- [Exercise materials]:
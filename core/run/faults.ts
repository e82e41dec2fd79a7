/** A scenario that loads but cannot start: what only compiling it can find. Hosts treat it as a faulty scenario. */
import type { Fault } from '../scenario/fault.ts';

export class ScenarioFault extends Error {
  readonly faults: readonly Fault[];

  constructor(faults: readonly Fault[]) {
    super(faults.map((fault) => `${fault.path}: ${fault.message}`).join('\n'));
    this.name = 'ScenarioFault';
    this.faults = faults;
  }
}

export function physicsFault(path: string, message: string): Fault {
  return { path, code: 'physics', message, actual: null, expected: '', severity: 'error' };
}
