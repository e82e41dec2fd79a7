/**
 * A picture of the network at one instant: every bubble of the scenario, every open pair and link, and the row of sizes and modes.
 * One set of arrays is made at the start and filled again for each frame.
 */
import { bubbleVolume } from '../network/geometry.ts';
import { type Network } from '../network/network.ts';
import { bubbleIndex } from '../stability/indices.ts';
import { networkModes } from './modes.ts';
import type { Pairs } from './pairs.ts';
import { BUBBLE_STATES, type Frame, type PairTable, type SeriesRow } from './record.ts';
import type { NetworkSystem } from './system.ts';

const FREE = BUBBLE_STATES.indexOf('free');
const ABOVE = BUBBLE_STATES.indexOf('cap-above-mouth');
const BELOW = BUBBLE_STATES.indexOf('cap-below-mouth');
const VANISHED = BUBBLE_STATES.indexOf('vanished');

/** The whole scenario's bubbles, by which frames are laid out; `network` is the one the run started with. */
export function createFrameMaker(network: Network): FrameMaker {
  const { nodes } = network;
  const count = nodes.bubbleCount;
  const place = new Map<number, number>(); // origin -> row
  for (let i = 0; i < count; i++) place.set(nodes.origin[i]!, i);
  const real = (): Float64Array => new Float64Array(count);
  const columns = {
    time: 0,
    bubbleIds: Array.from({ length: count }, (_, i) => network.nodeName(nodes.origin[i]!)),
    radius: real(),
    volume: real(),
    pressure: real(),
    amount: real(),
    tension: real(),
    elasticity: real(),
    coverage: real(),
    index: real(),
    state: new Uint8Array(count),
  };

  return {
    make(system, alive, linkOpen, pairs, t, y, gasBalance) {
      columns.state.fill(VANISHED);
      for (const column of [columns.radius, columns.volume, columns.amount]) column.fill(0);
      for (const column of [columns.pressure, columns.tension, columns.elasticity, columns.coverage, columns.index])
        column.fill(NaN);
      const { state, network: now } = system;
      const species = state.species;
      const sums = [0, 0, 0, 0];
      for (let i = 0; i < now.nodes.bubbleCount; i++) {
        if (alive[i] === 0) continue;
        const row = place.get(now.nodes.origin[i]!)!;
        const R = state.radius[i]!;
        const mouth = now.nodes.mouth[i]!;
        let amount = 0;
        for (let k = 0; k < species; k++) amount += y[i * species + k]!;
        columns.radius[row] = R;
        columns.volume[row] = bubbleVolume(mouth, state.size[i]!);
        columns.pressure[row] = state.pressure[i]!;
        columns.amount[row] = amount;
        columns.tension[row] = state.tension[i]!;
        columns.elasticity[row] = state.elasticity[i]!;
        columns.coverage[row] = state.coverage[i]!;
        columns.index[row] = bubbleIndex(state.elasticity[i]!, state.tension[i]!);
        columns.state[row] = mouth === 0 ? FREE : state.size[i]! >= mouth ? ABOVE : BELOW;
        sums[0]! += 1;
        sums[1]! += R;
        sums[2]! += R * R;
        sums[3]! += R * R * R;
      }
      pairs.refresh(state, t);
      const table = pairTable(system, alive, linkOpen, pairs, t);
      let minimumMargin = Infinity;
      for (let k = 0; k < table.count; k++) if (table.margin[k]! < minimumMargin) minimumMargin = table.margin[k]!;
      const modes = networkModes(system, alive, linkOpen, t);
      const series: SeriesRow = {
        time: t,
        bubbles: sums[0]!,
        R10: sums[1]! / sums[0]!,
        R21: sums[2]! / sums[1]!,
        R32: sums[3]! / sums[2]!,
        growingModes: modes.count,
        fastestRate: modes.fastestRate,
        minimumMargin: minimumMargin === Infinity ? NaN : minimumMargin,
        gasBalance,
      };
      return { ...columns, time: t, pairs: table, series };
    },
  };
}

export interface FrameMaker {
  /** From the node state at (t, y), slopes included. The arrays are overwritten by the next call. */
  make(
    system: NetworkSystem,
    alive: Uint8Array,
    linkOpen: readonly Uint8Array[],
    pairs: Pairs,
    t: number,
    y: Float64Array,
    gasBalance: number,
  ): Frame;
}

/** Pairs first, then the links that are no pair, with their flow alone. */
function pairTable(
  system: NetworkSystem,
  alive: Uint8Array,
  linkOpen: readonly Uint8Array[],
  pairs: Pairs,
  t: number,
): PairTable {
  const { network, state, groups } = system;
  const { nodes } = network;
  const link: string[] = [];
  const from: string[] = [];
  const to: string[] = [];
  const flow: number[] = [];
  const margin: number[] = [];
  const rate: number[] = [];
  for (let k = 0; k < pairs.count; k++) {
    if (!pairs.isOpen(k, alive)) continue;
    const [a, b] = pairs.ends(k);
    link.push(pairs.linkName(k));
    from.push(a);
    to.push(b);
    flow.push(pairs.flow(k, state, t));
    margin.push(pairs.margin(k, state, t));
    rate.push(pairs.rate(k, state, t));
  }
  const flows = new Float64Array(network.species.length);
  groups.forEach(({ group, kernel }, g) => {
    const { table } = group;
    for (let l = 0; l < table.count; l++) {
      const i = table.from[l]!;
      const j = table.to[l]!;
      if (pairs.isPair(i, j) || linkOpen[g]![l] === 0 || alive[i] === 0 || alive[j] === 0) continue;
      kernel.flow(group, l, state, t, flows);
      link.push(network.linkName(table.origin[l]!));
      from.push(network.nodeName(nodes.origin[i]!));
      to.push(network.nodeName(nodes.origin[j]!));
      flow.push(flows.reduce((sum, q) => sum + q, 0));
      margin.push(NaN);
      rate.push(NaN);
    }
  });
  return {
    count: link.length,
    link,
    from,
    to,
    flow: Float64Array.from(flow),
    margin: Float64Array.from(margin),
    rate: Float64Array.from(rate),
  };
}
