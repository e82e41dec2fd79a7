/** What a run is asked for, in SI. */
export interface RunSettings {
  readonly until: number; // s
  /** The run also ends at the vanishing that leaves this many bubbles; null: it does not. */
  readonly untilBubbles: number | null;
  /** Frames from the start to `until`, evenly spaced, the start itself not counted; 0: none at all. */
  readonly frames: number;
  readonly tolerance: number;
  readonly method: 'auto' | 'explicit' | 'stiff';
  readonly vanishRadius: number; // m
  readonly onVanish: 'drop' | 'join-neighbours';
}
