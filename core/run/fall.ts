/** Bubbles of the main system that end inside a step: vanished, or drawn flat into their mouths. */
import type { Build } from './build.ts';
import type { Inside } from './inside.ts';

/** A cap lower than this share of its mouth's radius counts as flat: below it the film is drawn into the mouth. */
const FLATTEST = 1e-3;

export interface Fall {
  readonly node: number;
  readonly time: number;
  readonly kind: 'vanished' | 'flat';
}

/** How far bubble i is from its end: from the vanish radius of a free sphere, from flatness of a cap; relative. */
function room(build: Build, vanishRadius: number, i: number): number {
  const { nodes } = build.network;
  const { state } = build.system;
  const mouth = nodes.mouth[i]!;
  return mouth > 0 ? state.size[i]! / (FLATTEST * mouth) - 1 : state.size[i]! / vanishRadius - 1;
}

/**
 * The first bubble of the main system that ends inside the step from t to `end`. Bubbles that are carried apart end by themselves.
 */
export function firstFall(build: Build, inside: Inside, t: number, end: number, vanishRadius: number): Fall | null {
  if (!inside.lookAt(end)) {
    // The end of the step lies beyond a bubble's end: bring the end nearer until every bubble has a state.
    let [low, high] = [t, end];
    while (high - low > 1e-12 * Math.max(end, 1e-300) && high - low > (end - t) * 1e-9) {
      const middle = 0.5 * (low + high);
      if (inside.lookAt(middle)) low = middle;
      else high = middle;
    }
    if (!inside.lookAt(low)) return null;
    end = low;
  }
  let first: Fall | null = null;
  const { state } = build.system;
  for (let list = 0; list < 2; list++) {
    const [index, count] = list === 0 ? [state.spheres, state.sphereCount] : [state.shaped, state.shapedCount];
    for (let q = 0; q < count; q++) {
      const i = index[q]!;
      if (room(build, vanishRadius, i) > 0) continue;
      const until = first ? first.time : end;
      const at = (when: number): number => (inside.lookAtNodes(when, [i]) ? room(build, vanishRadius, i) : -1);
      const time = inside.passage(t, at(t), until, at(until), [i], () => room(build, vanishRadius, i));
      if (first === null || time < first.time) {
        first = { node: i, time, kind: build.network.nodes.mouth[i]! > 0 ? 'flat' : 'vanished' };
      }
    }
  }
  return first;
}

/** What is shorter than this share of the time that has passed is lost in the clock's rounding. */
const MOMENT = 1e-11;

/**
 * A bubble that no step was short enough to follow, because all that is left of it passes within the rounding of the clock: through a
 * tube R^4 falls linearly, and the last decades of R take no time. Null where something else is in the way.
 * @param worst the unknown that the step failed by
 */
export function vanishedAtOnce(build: Build, worst: number, scratch: Float64Array): Fall | null {
  const { network, system, stepper, alive } = build;
  const species = network.species.length;
  const node = Math.floor(worst / species);
  if (node >= network.nodes.bubbleCount || alive[node] === 0 || network.nodes.mouth[node]! > 0) return null;
  const t = stepper.time;
  system.rates(t, stepper.state, scratch);
  let amount = 0;
  let rate = 0;
  for (let k = 0; k < species; k++) {
    amount += stepper.state[node * species + k]!;
    rate += scratch[node * species + k]!;
  }
  return -rate * MOMENT * t > amount ? { node, time: t, kind: 'vanished' } : null;
}
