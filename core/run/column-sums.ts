/**
 * How fast the fastest mode of a network can be, from its links alone: no matrix is built, so that a bed of 10^5 contacts is
 * asked in a millisecond whether it is stiff.
 */
import type { NodeState } from '../network/node-state.ts';
import type { LinkGroup, LinkKernel } from '../transfer/link-kernel.ts';

/**
 * @returns from node states with slopes, the largest sum of sizes in a column of the Jacobian, 1/s, the links' shares of an entry
 * summed without their signs: never less than the true column sum. Where every bubble runs away, or every one pushes back, it is at most
 * twice the fastest rate; near-neutral mixtures are taken for faster than they are
 */
export function createColumnSums(
  size: number,
  species: number,
  groups: readonly { readonly group: LinkGroup; readonly kernel: LinkKernel }[],
): (state: NodeState, t: number) => number {
  const block = species * species;
  const sums = new Float64Array(size);
  const ignored = new Float64Array(size);
  const parts = groups.map(({ group, kernel }) => ({
    group,
    kernel,
    // Every link keeps its four blocks to itself.
    apart: Int32Array.from({ length: 4 * block * group.table.count }, (_, s) => s),
    values: new Float64Array(4 * block * group.table.count),
  }));

  return (state, t) => {
    sums.fill(0);
    for (const { group, kernel, apart, values } of parts) {
      values.fill(0);
      kernel.addSlopes({ ...group, slots: apart }, state, t, values, ignored);
      const { from, to } = group.table;
      for (let q = 0; q < group.activeCount; q++) {
        const l = group.active[q]!;
        for (let quarter = 0; quarter < 4; quarter++) {
          const column = (quarter & 2 ? to[l]! : from[l]!) * species;
          const base = (4 * l + quarter) * block;
          for (let e = 0; e < block; e++) sums[column + (e % species)]! += Math.abs(values[base + e]!);
        }
      }
    }
    let largest = 0;
    for (let u = 0; u < size; u++) if (!(sums[u]! <= largest)) largest = sums[u]!;
    return largest;
  };
}
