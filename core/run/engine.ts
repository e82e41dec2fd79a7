/**
 * The driver: steps a network from start to end, stands still at everything that happens on the way, and keeps the balance.
 * Observers hear events and frames; what the run did is told by `result`. Pausing (`advance` in slices) changes no number.
 */
import { createStepper, errorNorm } from '../integrate/choose.ts';
import { BUBBLE } from '../network/network.ts';
import { setActiveBubbles } from '../network/node-state.ts';
import { bury, construct, nameOf, rebuild, type Build, type Start } from './build.ts';
import { firstFall, vanishedAtOnce, type Fall } from './fall.ts';
import { createFrameMaker } from './frames.ts';
import { lookInside } from './inside.ts';
import { createLedger, surfactantOf } from './ledger.ts';
import { createMemory } from './observation.ts';
import type { EventName, RunEvent, RunObserver, RunResult, RunStop } from './record.ts';
import { isValveOpen, nextValveMove, nextWaveBreak } from './schedule.ts';
import type { RunSettings } from './settings.ts';
import { handOver, joinNeighbours, vanishedEvent } from './vanish.ts';

/** A network is made smaller once this share of its bubbles has gone. */
const GONE_SHARE = 0.5;
const NOTHING = new Float64Array(0);

export interface Run {
  readonly time: number;
  readonly until: number;
  /** 0 to 1. */
  readonly progress: number;
  readonly finished: boolean;
  /** Does up to this many integrator steps. */
  advance(steps: number): void;
  /** Ends the run at the present time; everything computed is kept. */
  interrupt(): void;
  result(): RunResult;
  /** Radius of curvature, m, of every bubble that lives, at a time inside the last step. */
  radiiAt(t: number): Float64Array;
}

/** An instant in a sentence. */
const instant = (t: number): string => `${Number(t.toPrecision(6))} s`;
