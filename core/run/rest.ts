/** A scenario before it runs: its bubbles and pairs, whether the network as drawn is stable, and which laws it is outside of. */
import { chooseMethod } from '../integrate2/choose.ts';
import { rateBound } from '../integrate2/rate-bound.ts';
import type { Scenario } from '../scenario/schema.ts';
import { compileOrThrow } from './drive.ts';
import { createFrameMaker } from './frames.ts';
import { excess, networkLimits } from './limits.ts';
import { networkModes } from './modes.ts';
import { createPairs } from './pairs.ts';
import type { Frame } from './record.ts';
import { isValveOpen } from './schedule.ts';
import { createNetworkSystem } from './system.ts';

export interface RestReport {
  readonly frame: Frame;
  readonly growing: {
    readonly count: number;
    readonly fastestRate: number; // 1/s
    readonly feeds: readonly string[];
    readonly starves: readonly string[];
    readonly caveat: string;
  };
  /** Limits of validity that are exceeded. */
  readonly limits: readonly {
    readonly detail: string;
    readonly subject: string;
    readonly link: string;
    readonly value: number;
    readonly unit: string;
  }[];
  /** The method that `auto` would take, or the one that was asked for. */
  readonly method: string;
  /** A bound on how fast anything relaxes or grows, 1/s. */
  readonly fastestRelaxation: number;
}

/**
 * @throws ScenarioFault where the physics finds the scenario impossible
 */
export function atRest(scenario: Scenario): RestReport {
  const { network, amounts, sizes, pressureSignal } = compileOrThrow(scenario);
  const system = createNetworkSystem(network, scenario.run.tolerance, pressureSignal);
  system.state.size.set(sizes);
  const alive = new Uint8Array(network.nodes.count).fill(1);
  const linkOpen = network.links.map((table) =>
    Uint8Array.from({ length: table.count }, (_, l) => (isValveOpen(table, l, 0) ? 1 : 0)),
  );
  system.setActive(alive, linkOpen);
  const bound = rateBound(system, 0, amounts);
  const method = chooseMethod(system, amounts, scenario.run.until, scenario.run.method, false);
  if (!system.evaluate(0, amounts, true)) throw new Error('a compiled scenario has no state');
  const pairs = createPairs(system, linkOpen, scenario.run.until);
  const frame = createFrameMaker(network).make(system, alive, linkOpen, pairs, 0, amounts, 0);
  const modes = networkModes(system, alive, linkOpen, 0);
  const name = (i: number): string => network.nodeName(network.nodes.origin[i]!);
  return {
    frame,
    growing: {
      count: modes.count,
      fastestRate: modes.fastestRate,
      feeds: modes.feeds.map(name),
      starves: modes.starves.map(name),
      caveat: modes.caveat,
    },
    limits: networkLimits(system, alive, linkOpen)
      .filter((limit) => limit.present() && excess(limit, 0) > 0)
      .map((limit) => ({ detail: limit.detail, subject: limit.subject, link: limit.link, value: limit.value(0), unit: limit.unit })),
    method: method.name,
    fastestRelaxation: bound,
  };
}
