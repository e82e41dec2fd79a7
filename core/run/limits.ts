/**
 * Limits of validity of the laws (physics.md section 4): each is a measured value against the value up to which its law holds.
 * The run watches them and tells when one is exceeded; a check lists those exceeded at rest.
 */
import { BUBBLE } from '../network/network.ts';
import { faceArea } from '../network/geometry.ts';
import { GAS_CONSTANT } from '../quantities/constants.ts';
import { TUBE, tubeViscosity } from '../transfer/tube.ts';
import type { NetworkSystem } from './system.ts';

/** Laminar tube flow ends near this Reynolds number (common practice). */
const REYNOLDS = 2300;
/** Entrance length of laminar tube flow over diameter and Reynolds number (common practice). */
const ENTRANCE = 0.06;
/** Slip at the wall matters above this ratio of mean free path to bore (common practice). */
const KNUDSEN = 0.01;
/** Below this share of the isothermal speed of sound the flow's own inertia is small (common practice). */
const MACH = 0.3;
/** A film thinner than this is no liquid layer any more, m. */
const THINNEST_FILM = 5e-9;
/** Two spheres count as far apart while their radii add up to less than this share of their distance. */
const NEAREST_SPHERES = 0.5;

/** One bound that a law is good up to. */
export interface Bound {
  readonly unit: string;
  /** What is passed, in words. */
  readonly detail: string;
  /** The value at which the law ends; exceeded above it (`below` false) or below it. */
  readonly bound: number;
  readonly below: boolean;
}

/** The bounds of one bubble or one link, whose values are measured together. */
export interface Limits {
  readonly nodes: readonly number[];
  /** Index of the link in its group, and the group; null for a bubble. */
  readonly link: { readonly group: number; readonly index: number } | null;
  readonly bounds: readonly Bound[];
  /** Writes the values at time t, one a bound, from the present node state. */
  measure(t: number, out: Float64Array): void;
}

/** Most bounds that one thing has. */
export const MOST_BOUNDS = 4;

/** Signed distance past a bound, relative: positive where it is exceeded. */
export function excess(bound: Bound, value: number): number {
  const ratio = value / bound.bound - 1;
  return bound.below ? -ratio : ratio;
}

/** What a network can exceed. Things that can exceed nothing are not listed: beds have 10^5 bubbles and films. */
export function networkLimits(system: NetworkSystem): Limits[] {
  return [...bubbleLimits(system), ...linkLimits(system)];
}

function bubbleLimits(system: NetworkSystem): Limits[] {
  const { network, state } = system;
  const { nodes, films } = network;
  const all: Limits[] = [];
  for (let i = 0; i < nodes.bubbleCount; i++) {
    const film = films[nodes.film[i]!]!;
    const thins = nodes.liquid[i]! > 0;
    const bounds: Bound[] = [];
    if (!film.constantTension) {
      bounds.push({
        unit: 'N/m',
        detail: 'tension at or below a hundredth of the clean one: a real film buckles or collapses here',
        bound: 0.01 * film.cleanTension,
        below: true,
      });
    }
    if (thins) {
      bounds.push({
        unit: 'm',
        detail: 'film thinner than 5 nm: no liquid layer is left to carry surfactant, and surface forces rule',
        bound: THINNEST_FILM,
        below: true,
      });
    }
    if (bounds.length === 0) continue;
    all.push({
      nodes: [i],
      link: null,
      bounds,
      measure(_t, out) {
        let at = 0;
        if (!film.constantTension) out[at++] = state.tension[i]!;
        if (thins) out[at] = (2 * nodes.liquid[i]!) / faceArea(nodes.mouth[i]!, state.size[i]!);
      },
    });
  }
  return all;
}

function linkLimits(system: NetworkSystem): Limits[] {
  const all: Limits[] = [];
  system.groups.forEach(({ group }, g) => {
    const { table } = group;
    for (let l = 0; l < table.count; l++) {
      const limits = limitsOf(system, g, l, table.from[l]!, table.to[l]!);
      if (limits !== null) all.push(limits);
    }
  });
  return all;
}

function limitsOf(system: NetworkSystem, g: number, l: number, i: number, j: number): Limits | null {
  const { network, state, groups } = system;
  const { nodes } = network;
  const { table } = groups[g]!.group;
  const common = { nodes: [i, j], link: { group: g, index: l } };
  switch (table.kind) {
    case 'tube':
      return { ...common, ...tubeLimits(system, g, l) };
    case 'film-area':
    case 'film-share': {
      // What cannot change during a run is listed only where it is exceeded.
      const thickness = table.thickness[l]!;
      const extent = table.extent[l]!;
      const shares = table.kind === 'film-share';
      const tooThin = thickness < THINNEST_FILM;
      const mayBeWide = nodes.kind[i] === BUBBLE && nodes.kind[j] === BUBBLE && (!shares || extent > 1);
      const bounds: Bound[] = [];
      if (tooThin) {
        bounds.push({
          unit: 'm',
          detail: 'film thinner than 5 nm: no liquid layer is left to dissolve in',
          bound: THINNEST_FILM,
          below: true,
        });
      }
      if (mayBeWide) {
        bounds.push({
          unit: '1',
          detail: 'contact film wider than the smaller bubble: spheres with a flat contact no longer describe it',
          bound: 1,
          below: false,
        });
      }
      if (bounds.length === 0) return null;
      return {
        ...common,
        bounds,
        measure(_t, out) {
          let at = 0;
          if (tooThin) out[at++] = thickness;
          if (!mayBeWide) return;
          const smaller = Math.min(state.radius[i]!, state.radius[j]!);
          out[at] = shares ? Math.sqrt(extent) : Math.sqrt(extent / Math.PI) / smaller;
        },
      };
    }
    case 'liquid-path': {
      const distance = table.coefficients[l * table.stride + network.species.length]!;
      const detail = 'the two bubbles are too near one another for the shape factor of distant spheres';
      return {
        ...common,
        bounds: [{ unit: '1', detail, bound: NEAREST_SPHERES, below: false }],
        measure(_t, out) {
          out[0] = (state.radius[i]! + state.radius[j]!) / distance;
        },
      };
    }
    case 'pool-path':
      return null;
  }
}

function tubeLimits(system: NetworkSystem, g: number, l: number): Pick<Limits, 'bounds' | 'measure'> {
  const { network, state, groups } = system;
  const { group, kernel } = groups[g]!;
  const { table } = group;
  const species = network.species.length;
  const RT = GAS_CONSTANT * network.temperature;
  const a = table.coefficients[l * table.stride + TUBE.radius]!;
  const length = table.coefficients[l * table.stride + TUBE.length]!;
  const i = table.from[l]!;
  const j = table.to[l]!;
  const flows = new Float64Array(species);
  const share = new Float64Array(species);
  const bounds: Bound[] = [
    {
      unit: '1',
      detail: 'Reynolds number above 2300: the flow is no longer laminar, and Hagen-Poiseuille overstates it',
      bound: REYNOLDS,
      below: false,
    },
    {
      unit: 'm',
      detail: 'entrance length longer than the tube: the flow never becomes Poiseuille flow, and is overstated',
      bound: length,
      below: false,
    },
    {
      unit: '1',
      detail: 'Knudsen number above 0.01: the gas slips at the wall, and the flow is understated',
      bound: KNUDSEN,
      below: false,
    },
    {
      unit: '1',
      detail: "Mach number above 0.3: the gas's inertia matters, and the flow is overstated",
      bound: MACH,
      below: false,
    },
  ];
  return {
    bounds,
    measure(t, out) {
      kernel.flow(group, l, state, t, flows);
      let flow = 0;
      let massFlow = 0;
      for (let k = 0; k < species; k++) {
        flow += flows[k]!;
        massFlow += Math.abs(flows[k]!) * network.molarMass[k]!;
      }
      const up = flow >= 0 ? i : j;
      let molarMass = 0;
      for (let k = 0; k < species; k++) {
        share[k] = state.partial[up * species + k]! / state.pressure[up]!;
        molarMass += share[k]! * network.molarMass[k]!;
      }
      const viscosity = tubeViscosity(network, table, l, share);
      const pressure = Math.min(state.pressure[i]!, state.pressure[j]!);
      const reynolds = (2 * massFlow) / (Math.PI * a * viscosity);
      out[0] = reynolds;
      out[1] = ENTRANCE * reynolds * 2 * a;
      // Mean free path of a gas from its viscosity: lambda = (mu/p) sqrt(pi R T/(2 M)).
      out[2] = ((viscosity / pressure) * Math.sqrt((Math.PI * RT) / (2 * molarMass))) / (2 * a);
      out[3] = (Math.abs(flow) * RT) / (pressure * Math.PI * a * a) / Math.sqrt(RT / molarMass);
    },
  };
}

- [What you are asked to do]: Each line of the data that holds "main" should be copied.

- [Result for this task]:
/** Bubbles of the main system that end inside a step: vanished, or drawn flat into their mouths. */
 * The first bubble of the main system that ends inside the step from t to `end`. Bubbles that are carried apart end by themselves.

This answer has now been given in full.